IMMEDIATE RELEASE: November 1, 2018

Contact: Lisa Pugh, 608-469-9385; Lisa Schneider, 920-540-1094; Jane Mahoney, 608-228-8096

Family Caregivers Share Challenges and Rewards of Caregiving in November 1 Kick-Off

Madison, WI 

 

Family caregivers from across Wisconsin are sharing their stories in the State Capitol today as a kick-off to National Family Caregiver Month. The Governor’s office has issued a formal proclamation declaring November as the month to recognize the value of caregivers who contribute nearly 588 million hours of unpaid care in Wisconsin annually, valued at $6 billion.

Nancy Gapinski of Glendale who is speaking at the event says people often ask her how she does it when caring for both her two children and her 85-year-old mom who lives with their family.

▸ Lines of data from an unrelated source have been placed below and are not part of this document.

def _scaling_section(data):
    lines = ["## Time and memory against mesh size", "",
             f"Regenerate: `{data['command']}`", ""] + _machine_lines(data)
    lines += [data.get("method", ""), ""]
    header = ["problem", "symbolic", "nodes", "variables", "iterations", "status",
              "first guess [s]", "build [s]", "NLP solve [s]", "replay + verify [s]",
              "total [s]", "peak RSS [MB]", "peak traced Python [MB]"]
    rows = []
    for p in data["points"]:
        if "error" in p:
            rows.append([p["problem"], p["symbolic"], p["nodes"], "-", "-", p["error"]]
                        + ["-"] * 7)
            continue
        rows.append([p["problem"], p["symbolic"], p["nodes"], p["variables"], p["iterations"],
                     p["status"], p["first_guess_s"], p["build_s"], p["nlp_solve_s"],
                     p["replay_verify_s"], p["total_s"], p["peak_rss_mb"],
                     p.get("traced_python_peak_mb")])
    lines += _table(header, rows) + [""]
    if data.get("skipped"):
        lines += ["Skipped points:", ""]
        lines += [f"- {s['problem']} {s['symbolic']} at {s['nodes']} nodes per phase: "
                  f"{s['reason']}" for s in data["skipped"]]
        lines += [""]
    fits = data.get("fits", [])
    if fits:
        lines += ["Growth exponents (least squares of log time on log nodes over the points "
                  "listed):", ""]
        lines += _table(["problem", "symbolic", "nodes fitted", "total", "build", "NLP solve",
                         "iterations", "NLP solve per iteration"],
                        [[f["problem"], f["symbolic"], ", ".join(str(n) for n in f["nodes"]),
                          f["total_exponent"], f["build_exponent"], f["solve_exponent"],
                          f["iterations_exponent"], f.get("solve_per_iteration_exponent")]
                         for f in fits]) + [""]
    if data.get("plot"):
        lines += [f"![time against nodes]({data['plot']})", ""]
    lines += _goal_lines(data.get("goals", []))
    return lines


def _baseline_section(data):
    lines = ["## Collocation against a single-shooting baseline", "",
             f"Regenerate: `{data['command']}`", ""] + _machine_lines(data)
    lines += [data.get("method", ""), ""]
    header = ["method", "wall time [s]", "iterations", "trajectory integrations",
              "status", "burnout speed, optimiser [m/s]", "burnout speed, verified [m/s]",
              "peak q, verified [kPa]", "q bound [kPa]", "q excess [%]"]
    rows = []
    for r in data["methods"]:
        rows.append([r["method"], r["wall_time_s"], r["iterations"], r.get("integrations"),
                     r["status"], f"{r['objective_m_s']:.3f}",
                     f"{r['verified_objective_m_s']:.3f}", f"{r['verified_peak_q_kpa']:.3f}",
                     r["q_bound_kpa"], f"{r['q_excess_percent']:+.3f}"])
    lines += _table(header, rows) + [""]
    ratio = data.get("ratio", {})
    if ratio:
        lines += [f"Wall-time ratio baseline / ascentplan: {_f(ratio.get('median'))} against "
                  f"the median ascentplan solve, {_f(ratio.get('slowest'))} against the "
                  f"slowest (the first in the process). Verified burnout speed, ascentplan "
                  f"minus baseline: {_f(ratio.get('objective_difference_m_s'))} m/s.", ""]
    lines += _goal_lines(data.get("goals", []))
    return lines
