/**
 * The layering of src/, checked in CI (`npm run lint:layers`, also run by the test suite).
 * Rooms from the bottom up; a file may import from its own room and from rooms below it, never from one
 * above. A strict order also means that no two rooms import each other.
 */
const ROOMS = [
  'core', // the one bad-input error type; numerical methods with no physics (quadrature, interpolation)
  'units', // quantity strings ⇄ SI numbers
  'conductors', // geometry and materials → L′, R′, armature mass and resistance; heating of conductors
  'scenario', // schema, loading, validation, defaults → Scenario
  'model', // the equations of the shot model
  'solve', // the hybrid integrator → Shot
  'checks', // engineering verdicts and warnings on a finished shot
  'output', // terminal text, CSV, provenance, atomic no-clobber files
  'report', // every HTML page
  'pipeline', // scenario → Shot → assessment → record, computed once, used by every command
  'measure', // measured records, overlay, calibration
  'study', // sweeps, shards, merge, compare, sizing
  'design', // the design page: its browser simulator (bundled by scripts/build.mjs) and the page that carries it
  'cli', // commander wiring only
];

/** Rooms that compute and must not touch files, processes or the network. */
const PURE = ['core', 'conductors', 'model', 'solve', 'checks'];

const upward = ROOMS.map((room, rank) => ({
  name: `no-upward-import-from-${room}`,
  comment: `src/${room}/ may import only from its own room and from ${ROOMS.slice(0, rank).join(', ') || 'no other room'}`,
  severity: 'error',
  from: { path: `^src/${room}/` },
  to: { path: `^src/(${ROOMS.slice(rank + 1).join('|') || '$^'})/` },
})).filter((rule) => !rule.to.path.includes('($^)'));

module.exports = {
  forbidden: [
    ...upward,
    {
      name: 'no-io-in-pure-rooms',
      comment: `${PURE.join(', ')} compute; reading and writing belong to output, report, pipeline, study, measure and cli`,
      severity: 'error',
      from: { path: `^src/(${PURE.join('|')})/` },
      to: { dependencyTypes: ['core'], path: '^(node:)?(fs|fs/promises|child_process|worker_threads|net|http|https|readline)$' },
    },
    {
      name: 'no-unknown-room',
      comment: `every source file lives in one of the rooms: ${ROOMS.join(', ')} (or is src/version.ts)`,
      severity: 'error',
      from: { path: '^src/', pathNot: `^src/((${ROOMS.join('|')})/|version\\.ts$)` },
      to: {},
    },
    {
      name: 'no-circular',
      comment: 'modules do not import each other in a cycle',
      severity: 'error',
      from: { path: '^src/' },
      to: { circular: true },
    },
  ],
  options: {
    doNotFollow: { path: 'node_modules' },
    tsPreCompilationDeps: true,
    enhancedResolveOptions: { exportsFields: ['exports'], conditionNames: ['import', 'require', 'node', 'default'], extensions: ['.ts', '.js', '.mjs', '.json'] },
  },
};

“I remember the moment that I joined the ‘Sandwich Generation’ in 2006 when I was pregnant with our first child and my mom had an unexpected double bypass surgery and then inpatient cardiac rehab,” says Gapinski. “Her needs have increased over the years. I’ve adjusted my employment to meet my mom’s needs and that of our children. I changed employment, reduced work hours, worked from home, and recently quit my part-time job because of my mom's needs, but I wouldn’t have it any other way.”

A recent survey of caregivers of people with disabilities in Wisconsin revealed that 98% report some level of stress; 50% are very or extremely stressed. 92% of caregivers reported that caregiving responsibilities affected their employment with 52% giving up on outside employment entirely.1

Family & Individual Needs for Disability Support Report 2017 (Inst. on Community Integration and The Arc of the United States)

2 Survival Coalition of Wisconsin Disability Organizations

3 Wisconsin Personal Services Association.

The Governor’s proclamation being presented to family caregivers today indicates that 80% of Wisconsin residents including older adults who need care receive that support from family and friends at home instead of in nursing homes or other facilities. Due to a significant direct care worker shortage, 85% of Wisconsin residents who rely on paid caregivers indicate they cannot find staff to meet their daily needs2. 91% of personal care agencies statewide report they have had to turn away clients because of lack of workers.3 

The newly formed Wisconsin Family and Caregiver Support Alliance of aging and disability groups says both in Wisconsin and nationally families are the backbone of the CareForce.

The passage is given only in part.